* **WHAT YOU ARE ASKED TO DO**:
Exact repetition of the data below is required.

* **Collected data entries**:

=== Begin Enclosure ===

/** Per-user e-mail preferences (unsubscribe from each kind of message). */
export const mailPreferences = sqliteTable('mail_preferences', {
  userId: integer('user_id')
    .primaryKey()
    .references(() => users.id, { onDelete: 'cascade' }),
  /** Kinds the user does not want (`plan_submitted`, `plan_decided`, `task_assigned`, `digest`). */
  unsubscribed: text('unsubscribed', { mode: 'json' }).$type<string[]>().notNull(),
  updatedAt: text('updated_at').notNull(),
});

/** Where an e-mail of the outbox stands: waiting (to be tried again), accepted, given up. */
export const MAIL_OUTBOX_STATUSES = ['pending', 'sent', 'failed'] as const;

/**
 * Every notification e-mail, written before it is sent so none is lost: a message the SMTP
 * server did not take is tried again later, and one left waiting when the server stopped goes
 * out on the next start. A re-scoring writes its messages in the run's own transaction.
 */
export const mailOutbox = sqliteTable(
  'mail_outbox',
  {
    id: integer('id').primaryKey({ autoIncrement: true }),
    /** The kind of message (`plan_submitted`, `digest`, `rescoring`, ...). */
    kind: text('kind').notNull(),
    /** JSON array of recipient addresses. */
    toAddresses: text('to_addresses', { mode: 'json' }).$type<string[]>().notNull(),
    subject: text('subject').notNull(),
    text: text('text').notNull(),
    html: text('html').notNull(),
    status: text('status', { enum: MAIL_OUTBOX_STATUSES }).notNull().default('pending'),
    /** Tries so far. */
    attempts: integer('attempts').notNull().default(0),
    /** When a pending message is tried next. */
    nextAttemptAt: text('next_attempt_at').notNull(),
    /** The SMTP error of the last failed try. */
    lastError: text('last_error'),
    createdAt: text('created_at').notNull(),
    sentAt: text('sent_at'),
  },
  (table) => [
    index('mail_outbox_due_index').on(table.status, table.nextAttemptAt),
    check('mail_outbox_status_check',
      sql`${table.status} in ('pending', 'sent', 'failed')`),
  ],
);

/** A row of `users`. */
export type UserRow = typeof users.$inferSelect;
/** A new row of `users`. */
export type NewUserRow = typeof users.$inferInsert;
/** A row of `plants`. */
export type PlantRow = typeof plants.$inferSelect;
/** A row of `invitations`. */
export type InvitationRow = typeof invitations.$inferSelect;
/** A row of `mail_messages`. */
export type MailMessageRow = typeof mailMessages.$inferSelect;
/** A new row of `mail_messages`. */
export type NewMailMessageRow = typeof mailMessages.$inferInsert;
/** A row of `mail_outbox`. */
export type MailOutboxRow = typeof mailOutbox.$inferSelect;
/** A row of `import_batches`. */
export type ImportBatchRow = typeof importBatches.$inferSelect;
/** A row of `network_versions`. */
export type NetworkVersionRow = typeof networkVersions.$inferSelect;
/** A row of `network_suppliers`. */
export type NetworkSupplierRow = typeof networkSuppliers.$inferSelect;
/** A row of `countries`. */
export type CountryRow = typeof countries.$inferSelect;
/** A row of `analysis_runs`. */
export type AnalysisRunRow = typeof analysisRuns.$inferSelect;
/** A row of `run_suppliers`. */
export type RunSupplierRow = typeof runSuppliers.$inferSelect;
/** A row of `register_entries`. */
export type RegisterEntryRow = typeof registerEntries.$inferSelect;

=== End Enclosure ===

* **SOLUTION TO THIS EXERCISE**:
/** Per-user e-mail preferences (unsubscribe from each kind of message). */
export const mailPreferences = sqliteTable('mail_preferences', {
  userId: integer('user_id')
    .primaryKey()
    .references(() => users.id, { onDelete: 'cascade' }),
  /** Kinds the user does not want (`plan_submitted`, `plan_decided`, `task_assigned`, `digest`). */
  unsubscribed: text('unsubscribed', { mode: 'json' }).$type<string[]>().notNull(),
  updatedAt: text('updated_at').notNull(),
});

/** Where an e-mail of the outbox stands: waiting (to be tried again), accepted, given up. */
export const MAIL_OUTBOX_STATUSES = ['pending', 'sent', 'failed'] as const;

/**
 * Every notification e-mail, written before it is sent so none is lost: a message the SMTP
 * server did not take is tried again later, and one left waiting when the server stopped goes
 * out on the next start. A re-scoring writes its messages in the run's own transaction.
 */
export const mailOutbox = sqliteTable(
  'mail_outbox',
  {
    id: integer('id').primaryKey({ autoIncrement: true }),
    /** The kind of message (`plan_submitted`, `digest`, `rescoring`, ...). */
    kind: text('kind').notNull(),
    /** JSON array of recipient addresses. */
    toAddresses: text('to_addresses', { mode: 'json' }).$type<string[]>().notNull(),
    subject: text('subject').notNull(),
    text: text('text').notNull(),
    html: text('html').notNull(),
    status: text('status', { enum: MAIL_OUTBOX_STATUSES }).notNull().default('pending'),
    /** Tries so far. */
    attempts: integer('attempts').notNull().default(0),
    /** When a pending message is tried next. */
    nextAttemptAt: text('next_attempt_at').notNull(),
    /** The SMTP error of the last failed try. */
    lastError: text('last_error'),
    createdAt: text('created_at').notNull(),
    sentAt: text('sent_at'),
  },
  (table) => [
    index('mail_outbox_due_index').on(table.status, table.nextAttemptAt),
    check('mail_outbox_status_check',
      sql`${table.status} in ('pending', 'sent', 'failed')`),
  ],
);

/** A row of `users`. */
export type UserRow = typeof users.$inferSelect;
/** A new row of `users`. */
export type NewUserRow = typeof users.$inferInsert;
/** A row of `plants`. */
export type PlantRow = typeof plants.$inferSelect;
/** A row of `invitations`. */
export type InvitationRow = typeof invitations.$inferSelect;
/** A row of `mail_messages`. */
export type MailMessageRow = typeof mailMessages.$inferSelect;
/** A new row of `mail_messages`. */
export type NewMailMessageRow = typeof mailMessages.$inferInsert;
/** A row of `mail_outbox`. */
export type MailOutboxRow = typeof mailOutbox.$inferSelect;
/** A row of `import_batches`. */
export type ImportBatchRow = typeof importBatches.$inferSelect;
/** A row of `network_versions`. */
export type NetworkVersionRow = typeof networkVersions.$inferSelect;
/** A row of `network_suppliers`. */
export type NetworkSupplierRow = typeof networkSuppliers.$inferSelect;
/** A row of `countries`. */
export type CountryRow = typeof countries.$inferSelect;
/** A row of `analysis_runs`. */
export type AnalysisRunRow = typeof analysisRuns.$inferSelect;
/** A row of `run_suppliers`. */
export type RunSupplierRow = typeof runSuppliers.$inferSelect;
/** A row of `register_entries`. */
export type RegisterEntryRow = typeof registerEntries.$inferSelect;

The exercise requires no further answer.